### PROMPT
From the records below, please repeat exactly the line that has "Scatter(inSpare ? spare", the line that has "int start = 0;", and every line between them, and nothing else.
▬▬▬▬▬▬▬▬▬▬
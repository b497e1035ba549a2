using Campaigns.Statistics.Numerics;

namespace Campaigns.Statistics.Corrections;

/// <summary>Sidak's correction: the probability that the smallest of m independent p-values is at most p.</summary>
/// <remarks>The adjusted p-value is 1 - (1 - p)^m, computed without cancellation and rounded once.</remarks>
public sealed class Sidak : Correction
{
    /// <inheritdoc/>
    public override string Key => "sidak";

    /// <inheritdoc/>
    public override string Name => "Sidak";

    /// <inheritdoc/>
    public override ErrorRate Controls => ErrorRate.Familywise;

    /// <inheritdoc/>
    public override Dependence ValidUnder => Dependence.Sidak;

    /// <inheritdoc/>
    public override string Guarantee => "The probability of at least one false survivor is at most the level if the experiments are independent, or dependent in the way of Sidak's inequality.";

    /// <inheritdoc/>
    public override string Source => "Z. Sidak (1967), Journal of the American Statistical Association 62:626-633";

    /// <inheritdoc/>
    public override double? BoundaryAt(int rank, int familySize, double level) => -Accurate.Expm1(Accurate.Log1p(-level) / familySize);

    /// <inheritdoc/>
    protected override void AdjustSorted(ReadOnlySpan<double> sorted, int familySize, Span<double> adjusted)
    {
        for (int k = 0; k < sorted.Length; k++)
        {
            adjusted[k] = SidakPower.Of(sorted[k], familySize);
        }
    }
}
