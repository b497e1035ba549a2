namespace Campaigns.Statistics.Corrections;

/// <summary>Every batch correction that the program offers, in the order in which people see them.</summary>
public static class CorrectionRegistry
{
    /// <summary>The corrections, in the order in which they came into the program.</summary>
    public static IReadOnlyList<Correction> All { get; } =
    [
        new Uncorrected(),
        new Bonferroni(),
        new Sidak(),
        new Holm(),
        new HolmSidak(),
        new Hochberg(),
        new Hommel(),
        new BenjaminiHochberg(),
        new BenjaminiYekutieli(),
        new HommelAnyDependence(),
        new TwoStageBenjaminiHochberg(),
        new Storey(),
        new WeightedBonferroni(),
        new WeightedHolm(),
        new WeightedBenjaminiHochberg(),
    ];

    /// <summary>Those that need nothing but p-values, for callers that show every correction of a family without weights.</summary>
    public static IReadOnlyList<Correction> FromPAlone { get; } = [.. All.Where(c => !c.NeedsWeights)];

    /// <summary>The correction with a key, or null.</summary>
    /// <param name="key">Exact, lower case.</param>
    public static Correction? Find(string key) => All.FirstOrDefault(c => c.Key == key);
}
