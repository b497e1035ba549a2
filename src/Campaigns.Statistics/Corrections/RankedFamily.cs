using System.Buffers;
using Campaigns.Statistics.Probability;

namespace Campaigns.Statistics.Corrections;

/// <summary>The p-values of one family, ranked once for all corrections, with the size of the family as it was planned.</summary>
/// <remarks>
/// Ascending; equal p-values keep the order in which they were given. P-values below <see cref="TailBound"/> are ranked by their logarithms, so that
/// nothing ties at zero that is not zero. The family is a copy: later changes to the caller's memory do not reach it.
/// </remarks>
public sealed class RankedFamily
{
    /// <summary>Below this p-value ranks and corrections go by the logarithm, because doubles soon lose digits there and then end.</summary>
    internal const double TailBound = 1e-290;

    /// <summary>Below this p-value a double lacks digits.</summary>
    internal const double SmallestNormal = 2.2250738585072014e-308; // 2^-1022

    private readonly double[] _sorted;
    private readonly int[] _order;

    // In the order in which they were given; null where every logarithm is that of its double, which is computed when it is asked for: that is rare, and 100,000 pass through every review.
    private readonly PValue[]? _given;

    private RankedFamily(double[] sorted, int[] order, PValue[]? given, int familySize, int tailCount)
    {
        _sorted = sorted;
        _order = order;
        _given = given;
        FamilySize = familySize;
        TailCount = tailCount;
    }

    /// <summary>P-values at hand.</summary>
    public int Count => _sorted.Length;

    /// <summary>Hypotheses in the family, at least <see cref="Count"/>; those without a p-value count as p = 1.</summary>
    public int FamilySize { get; }

    /// <summary>The p-values at hand as doubles, ascending; one below the range of doubles shows as 0.</summary>
    public ReadOnlySpan<double> Sorted => _sorted;

    /// <summary>For each rank, counted from 0, the position at which that p-value was given.</summary>
    public ReadOnlySpan<int> Order => _order;

    /// <summary>Whether the hypotheses of the family weigh differently for the corrections that ask.</summary>
    public bool HasWeights => ByWeight is not null;

    /// <summary>How many of the p-values lie below <see cref="TailBound"/>: the first ranks.</summary>
    internal int TailCount { get; }

    /// <summary>The same family ranked by p/w, hypotheses of weight 0 last; null without weights. Its p-values need not ascend, and its tail is one of p/w.</summary>
    internal RankedFamily? ByWeight { get; private init; }

    /// <summary>The weights in the order of the ranks, in a family that is ranked by them; else null.</summary>
    internal FamilyWeights? Weights { get; private init; }

    /// <summary>Ranks p-values.</summary>
    /// <param name="pValues">The p-values at hand, in any order.</param>
    /// <param name="familySize">Hypotheses in the family, tested or not; at least the number of p-values.</param>
    /// <exception cref="ArgumentException">The family is smaller than the number of p-values.</exception>
    /// <exception cref="InvalidOperationException">One of the p-values was never given.</exception>
    public static RankedFamily Of(ReadOnlySpan<PValue> pValues, int familySize)
    {
        CheckSize(pValues.Length, familySize);
        double[] values = ArrayPool<double>.Shared.Rent(pValues.Length);
        for (int i = 0; i < pValues.Length; i++)
        {
            values[i] = pValues[i].Value + 0.0;
        }

        (double[] sorted, int[] order) = Ranking.Ascending(values.AsSpan(0, pValues.Length));
        ArrayPool<double>.Shared.Return(values);
        int tail = LowerBound(sorted, TailBound);
        if (tail > 1)
        {
            RankTailByLog(LogsInOrder(pValues, order.AsSpan(0, tail)), sorted.AsSpan(0, tail), order.AsSpan(0, tail));
        }

        return new RankedFamily(sorted, order, WithLogs(pValues, tail), familySize, tail);
    }

    /// <summary>Ranks p-values of hypotheses that weigh differently. Corrections that do not ask for weights see the same family as without.</summary>
    /// <param name="pValues">The p-values at hand, in any order.</param>
    /// <param name="familySize">Hypotheses in the family, tested or not; at least the number of p-values.</param>
    /// <param name="weights">One weight for each p-value, fixed before the data: 0 or more, on any scale. At weight 0 a hypothesis is never rejected, even at p = 0; a weight below 10^-30 of the largest is taken for 0.</param>
    /// <param name="weightOfRest">The sum of the weights of the hypotheses that were planned and not tested, on the same scale; 0 where there are none.</param>
    /// <exception cref="ArgumentException">The family is smaller than the number of p-values; not one weight a p-value; a weight that is negative, infinite or NaN; all 0; a rest where nothing is untested.</exception>
    /// <exception cref="InvalidOperationException">One of the p-values was never given.</exception>
    public static RankedFamily Of(ReadOnlySpan<PValue> pValues, int familySize, ReadOnlySpan<double> weights, double weightOfRest)
    {
        RankedFamily byP = Of(pValues, familySize);
        (double[] scaled, double rest) = FamilyWeights.Scaled(weights, weightOfRest, pValues.Length, familySize);
        return new RankedFamily(byP._sorted, byP._order, byP._given, familySize, byP.TailCount) { ByWeight = OfWeighted(pValues, familySize, scaled, rest) };
    }

    /// <summary>Ranks p-values given as doubles in [0, 1].</summary>
    /// <param name="pValues">The p-values at hand, in any order.</param>
    /// <param name="familySize">Hypotheses in the family, tested or not; at least the number of p-values.</param>
    /// <exception cref="ArgumentException">The family is smaller than the number of p-values, or one of them is NaN or outside [0, 1].</exception>
    public static RankedFamily Of(ReadOnlySpan<double> pValues, int familySize)
    {
        CheckSize(pValues.Length, familySize);
        double[] values = ArrayPool<double>.Shared.Rent(pValues.Length);
        for (int i = 0; i < pValues.Length; i++)
        {
            double p = pValues[i];
            if (!(p >= 0 && p <= 1))
            {
                throw new ArgumentException(FormattableString.Invariant($"A p-value lies in [0, 1]; number {i + 1} of the family is {p:R}."), nameof(pValues));
            }

            // Adding 0 turns -0 into 0: its sign bit would rank it last.
            values[i] = p + 0.0;
        }

        (double[] sorted, int[] order) = Ranking.Ascending(values.AsSpan(0, pValues.Length));
        ArrayPool<double>.Shared.Return(values);
        return new RankedFamily(sorted, order, null, familySize, LowerBound(sorted, TailBound));
    }

    /// <summary>The natural logarithm of the p-value of a rank, as it was given or else of its double.</summary>
    internal double Log(int rank) => _given is null ? Math.Log(_sorted[rank]) : _given[_order[rank]].Log;

    private static RankedFamily OfWeighted(ReadOnlySpan<PValue> pValues, int familySize, double[] weights, double rest)
    {
        var quotients = new (double High, double Low, int Position)[pValues.Length];
        for (int i = 0; i < quotients.Length; i++)
        {
            double high = weights[i] == 0 ? double.PositiveInfinity : OverWeight(pValues[i], weights[i]);

            // What the rounded quotient leaves out ranks those that are equal only by rounding.
            double low = weights[i] == 0 ? 0 : Math.FusedMultiplyAdd(-high, weights[i], pValues[i].Value) / weights[i];
            quotients[i] = (high, low, i);
        }

        Array.Sort(quotients, static (a, b) => a.High != b.High ? a.High.CompareTo(b.High) : a.Low != b.Low ? a.Low.CompareTo(b.Low) : a.Position.CompareTo(b.Position));
        double[] keys = [.. quotients.Select(q => q.High)];
        int[] order = [.. quotients.Select(q => q.Position)];
        int tail = LowerBound(keys, TailBound);
        double[] logs = LogsInOrder(pValues, order.AsSpan(0, tail));
        for (int rank = 0; rank < tail; rank++)
        {
            logs[rank] -= Math.Log(weights[order[rank]]);
        }

        RankTailByLog(logs, keys.AsSpan(0, tail), order.AsSpan(0, tail));
        double[] inOrder = new double[order.Length];
        for (int rank = 0; rank < order.Length; rank++)
        {
            inOrder[rank] = pValues[order[rank]].Value + 0.0;
        }

        return new RankedFamily(inOrder, order, WithLogs(pValues, tail), familySize, tail) { Weights = FamilyWeights.InOrder(weights, rest, order) };
    }

    /// <summary>p/w as a double, from the logarithm where p has lost digits and a small weight brings the quotient back into the range.</summary>
    private static double OverWeight(PValue p, double weight)
    {
        if (p.Value >= SmallestNormal)
        {
            return p.Value / weight;
        }

        double log = p.Log - Math.Log(weight);
        return Math.Exp(log) >= TailBound ? Math.Exp(log) : (p.Value + 0.0) / weight;
    }

    private static double[] LogsInOrder(ReadOnlySpan<PValue> pValues, ReadOnlySpan<int> order)
    {
        double[] logs = new double[order.Length];
        for (int rank = 0; rank < order.Length; rank++)
        {
            logs[rank] = pValues[order[rank]].Log;
        }

        return logs;
    }

    /// <summary>A copy of the p-values where one has a logarithm of its own, or lies so low that its double may be one of another rank; else null.</summary>
    private static PValue[]? WithLogs(ReadOnlySpan<PValue> pValues, int tailCount)
    {
        if (tailCount > 0)
        {
            return pValues.ToArray();
        }

        foreach (ref readonly PValue p in pValues)
        {
            if (p.HasOwnLog)
            {
                return pValues.ToArray();
            }
        }

        return null;
    }

    private static void CheckSize(int count, int familySize)
    {
        if (familySize < count)
        {
            throw new ArgumentException(
                FormattableString.Invariant($"A family of {familySize} cannot hold {count} p-values: its size counts every planned hypothesis, tested or not."),
                nameof(familySize));
        }
    }

    private static void RankTailByLog(ReadOnlySpan<double> logs, Span<double> sorted, Span<int> order)
    {
        var keys = new (double Log, int Position, double Value)[order.Length];
        for (int rank = 0; rank < keys.Length; rank++)
        {
            keys[rank] = (logs[rank], order[rank], sorted[rank]);
        }

        Array.Sort(keys, static (a, b) => a.Log != b.Log ? a.Log.CompareTo(b.Log) : a.Position.CompareTo(b.Position));
        double highest = 0;
        for (int rank = 0; rank < keys.Length; rank++)
        {
            order[rank] = keys[rank].Position;

            // Values and logarithms come from separate computations: where they disagree by a rounding, the values stay ascending.
            highest = Math.Max(highest, keys[rank].Value);
            sorted[rank] = highest;
        }
    }

    private static int LowerBound(ReadOnlySpan<double> sorted, double bound)
    {
        int low = 0;
        int high = sorted.Length;
        while (low < high)
        {
            int middle = low + ((high - low) >> 1);
            if (sorted[middle] < bound)
            {
                low = middle + 1;
            }
            else
            {
                high = middle;
            }
        }

        return low;
    }
}
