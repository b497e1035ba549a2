using Campaigns.Statistics.Numerics;

namespace Campaigns.Statistics.Corrections;

/// <summary>m (1 + 1/2 + ... + 1/m), the factor of the Benjamini-Yekutieli correction.</summary>
internal static class HarmonicFactor
{
    /// <summary>Up to this m numerator, denominator and the denominator times m stay below 2^50, as an exact quotient needs.</summary>
    private const int LargestExact = 36;

    /// <summary>Up to this m the terms are summed; beyond it the expansion below is right to 32 digits.</summary>
    private const int LargestSummed = 1 << 16;

    // Two doubles each: ln 2, and Euler's constant (Abramowitz and Stegun 1964, table 1.1).
    private static readonly DoubleDouble Log2 = DoubleDouble.From(0.6931471805599453) + DoubleDouble.From(2.3190468138462996e-17);
    private static readonly DoubleDouble Euler = DoubleDouble.From(0.5772156649015329) + DoubleDouble.From(-4.942915152430645e-18);

    /// <summary>The factor with 32 digits, to be divided by a whole number.</summary>
    /// <param name="m">Size of the family; up to 65536 its terms are summed.</param>
    /// <returns>Up to m = 36 numerator and denominator, both exact; beyond, where no quotient can lie halfway between two doubles except by an accident of odds below 2^-35, the factor to about 30 digits and 1.</returns>
    public static (DoubleDouble Factor, double Divisor) Of(int m)
    {
        if (m > LargestExact)
        {
            return ((m > LargestSummed ? Expansion(m) : Sum(m)) * DoubleDouble.From((double)m), 1);
        }

        long denominator = 1;
        for (int k = 2; k <= m; k++)
        {
            denominator *= k / GreatestCommonDivisor(denominator, k);
        }

        long numerator = 0;
        for (int k = 1; k <= m; k++)
        {
            numerator += denominator / k;
        }

        long common = GreatestCommonDivisor(numerator * m, denominator);
        return (DoubleDouble.From((double)(numerator * m / common)), denominator / common);
    }

    private static DoubleDouble Sum(int m)
    {
        // Smallest terms first.
        DoubleDouble one = DoubleDouble.From(1.0);
        DoubleDouble sum = default;
        for (int k = m; k >= 1; k--)
        {
            sum += one / (double)k;
        }

        return sum;
    }

    /// <summary>1 + 1/2 + ... + 1/m = ln m + Euler's constant + 1/(2 m) - 1/(12 m^2) + 1/(120 m^4) - ... (Abramowitz and Stegun 1964, 6.3.18); the first term left out is below 1e-31.</summary>
    private static DoubleDouble Expansion(int m)
    {
        double inverseSquare = 1 / ((double)m * m);
        double small = inverseSquare * (-1.0 / 12 + (inverseSquare / 120));
        return Log(m) + (Euler + (DoubleDouble.From(0.5) / m + DoubleDouble.From(small)));
    }

    /// <summary>ln m: a power of two, and for the rest f near 1 the series 2 (z + z^3/3 + z^5/5 + ...) with z = (f - 1) / (f + 1) (Abramowitz and Stegun 1964, 4.1.27).</summary>
    private static DoubleDouble Log(int m)
    {
        int power = Math.ILogB(m * Math.Sqrt(2));
        double f = Math.ScaleB(m, -power);
        DoubleDouble z = DoubleDouble.From(f - 1) / (f + 1);
        DoubleDouble square = z * z;
        DoubleDouble sum = default;
        for (int n = 45; n >= 1; n -= 2)
        {
            sum = (sum * square) + (DoubleDouble.From(1.0) / n);
        }

        return (Log2 * DoubleDouble.From((double)power)) + (DoubleDouble.From(2.0) * z * sum);
    }

    private static long GreatestCommonDivisor(long a, long b)
    {
        while (b != 0)
        {
            (a, b) = (b, a % b);
        }

        return a;
    }
}
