namespace Campaigns.Statistics.Corrections;

/// <summary>The two ways in which a stepwise procedure makes its adjusted p-values monotone; capping at 1 is left to <see cref="Correction"/>.</summary>
internal static class Steps
{
    /// <summary>Step-down: starting from the smallest p-value, no adjusted p-value lies below an earlier one.</summary>
    /// <param name="adjusted">One value for each p-value, in ascending order of the p-values, or their logarithms; replaced.</param>
    public static void Down(Span<double> adjusted)
    {
        double highest = double.NegativeInfinity;
        foreach (ref double value in adjusted)
        {
            highest = Math.Max(highest, value);
            value = highest;
        }
    }

    /// <summary>Step-up: starting from the largest p-value, no adjusted p-value lies above a later one. The untested rest of the family gives 1.</summary>
    /// <param name="adjusted">One value for each p-value, in ascending order of the p-values, or their logarithms; replaced.</param>
    /// <param name="next">What the rank after the last one has.</param>
    public static void Up(Span<double> adjusted, double next = 1)
    {
        double lowest = next;
        for (int k = adjusted.Length - 1; k >= 0; k--)
        {
            lowest = Math.Min(lowest, adjusted[k]);
            adjusted[k] = lowest;
        }
    }
}
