using System.Buffers;
using System.Runtime.CompilerServices;
using System.Runtime.InteropServices;

namespace Campaigns.Statistics.Corrections;

/// <summary>A stable sort of p-values by radix passes over the bits of the doubles, whose order as integers is their order as numbers from 0 up.</summary>
/// <remarks>
/// The leading 32 of the 62 bits that a p-value can use are packed with its position into one word, and three passes put the words in order. P-values that share those bits form
/// runs, short in continuous data: a run out of order is sorted by its remaining 30 bits, again packed with the position, which keeps ties in their order. Linear unless hostile
/// data make the runs long, then n log n.
/// </remarks>
internal static class Ranking
{
    private const int TrailingBits = 30;
    private const ulong TrailingMask = (1UL << TrailingBits) - 1;
    private const int DigitBits = 11;
    private const int Buckets = 1 << DigitBits;
    private const int Passes = 3;
    private const int PositionBits = 32;

    /// <summary>The values ascending, and for each rank the position it came from; equal values keep their order.</summary>
    /// <param name="values">In [0, 1], without -0.</param>
    public static (double[] Sorted, int[] Order) Ascending(ReadOnlySpan<double> values)
    {
        int n = values.Length;
        ulong[] words = ArrayPool<ulong>.Shared.Rent(n);
        ulong[] spare = ArrayPool<ulong>.Shared.Rent(n);
        for (int i = 0; i < n; i++)
        {
            words[i] = (BitConverter.DoubleToUInt64Bits(values[i]) >> TrailingBits << PositionBits) | (uint)i;
        }

        if (SortByLeadingBits(words.AsSpan(0, n), spare.AsSpan(0, n)))
        {
            (words, spare) = (spare, words);
        }

        SortRuns(words.AsSpan(0, n), values);
        double[] sorted = GC.AllocateUninitializedArray<double>(n);
        int[] order = GC.AllocateUninitializedArray<int>(n);
        for (int rank = 0; rank < n; rank++)
        {
            order[rank] = (int)(uint)words[rank];
            sorted[rank] = values[order[rank]];
        }

        ArrayPool<ulong>.Shared.Return(words);
        ArrayPool<ulong>.Shared.Return(spare);
        return (sorted, order);
    }

    /// <summary>Sorts words by their upper half; words that share it keep their order.</summary>
    /// <returns>Whether the result lies in the spare memory.</returns>
    private static bool SortByLeadingBits(Span<ulong> words, Span<ulong> spare)
    {
        Span<int> counts = stackalloc int[Passes * Buckets];
        counts.Clear();
        ref int count = ref MemoryMarshal.GetReference(counts);
        foreach (ulong word in words)
        {
            Unsafe.Add(ref count, Digit(word, 0))++;
            Unsafe.Add(ref count, Buckets + Digit(word, 1))++;
            Unsafe.Add(ref count, (2 * Buckets) + Digit(word, 2))++;
        }

        bool inSpare = false;
        for (int pass = 0; pass < Passes; pass++)
        {
            Span<int> next = counts.Slice(pass * Buckets, Buckets);
            int sum = 0;
            bool one = false;
            for (int bucket = 0; bucket < Buckets; bucket++)
            {
                one |= next[bucket] == words.Length;
                (next[bucket], sum) = (sum, sum + next[bucket]);
            }

            if (!one)
            {
                Scatter(inSpare ? spare : words, inSpare ? words : spare, next, pass);
                inSpare = !inSpare;
            }
        }

        return inSpare;
    }

    private static void Scatter(ReadOnlySpan<ulong> words, Span<ulong> target, Span<int> next, int pass)
    {
        // Every bucket's next place lies inside the target because the counts add up to its length.
        ref ulong to = ref MemoryMarshal.GetReference(target);
        ref int place = ref MemoryMarshal.GetReference(next);
        foreach (ulong word in words)
        {
            Unsafe.Add(ref to, Unsafe.Add(ref place, Digit(word, pass))++) = word;
        }
    }

    [MethodImpl(MethodImplOptions.AggressiveInlining)]
    private static int Digit(ulong word, int pass) => (int)(word >> (PositionBits + (pass * DigitBits))) & (Buckets - 1);

    private static void SortRuns(Span<ulong> words, ReadOnlySpan<double> values)
    {
        int start = 0;
        for (int end = 1; end <= words.Length; end++)
        {
            if (end < words.Length && words[end] >> PositionBits == words[start] >> PositionBits)
            {
                continue;
            }

            if (end - start > 1)
            {
                SortRun(words[start..end], values);
            }

            start = end;
        }
    }

    private static void SortRun(Span<ulong> run, ReadOnlySpan<double> values)
    {
        bool ordered = true;
        ulong before = 0;
        foreach (ref ulong word in run)
        {
            uint position = (uint)word;
            word = ((BitConverter.DoubleToUInt64Bits(values[(int)position]) & TrailingMask) << PositionBits) | position;
            ordered &= before <= word;
            before = word;
        }

        if (!ordered)
        {
            run.Sort();
        }
    }
}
▬▬▬▬▬▬▬▬▬▬
### EXERCISE SOLUTION
                Scatter(inSpare ? spare : words, inSpare ? words : spare, next, pass);
                inSpare = !inSpare;
            }
        }

        return inSpare;
    }

    private static void Scatter(ReadOnlySpan<ulong> words, Span<ulong> target, Span<int> next, int pass)
    {
        // Every bucket's next place lies inside the target because the counts add up to its length.
        ref ulong to = ref MemoryMarshal.GetReference(target);
        ref int place = ref MemoryMarshal.GetReference(next);
        foreach (ulong word in words)
        {
            Unsafe.Add(ref to, Unsafe.Add(ref place, Digit(word, pass))++) = word;
        }
    }

    [MethodImpl(MethodImplOptions.AggressiveInlining)]
    private static int Digit(ulong word, int pass) => (int)(word >> (PositionBits + (pass * DigitBits))) & (Buckets - 1);

    private static void SortRuns(Span<ulong> words, ReadOnlySpan<double> values)
    {
        int start = 0;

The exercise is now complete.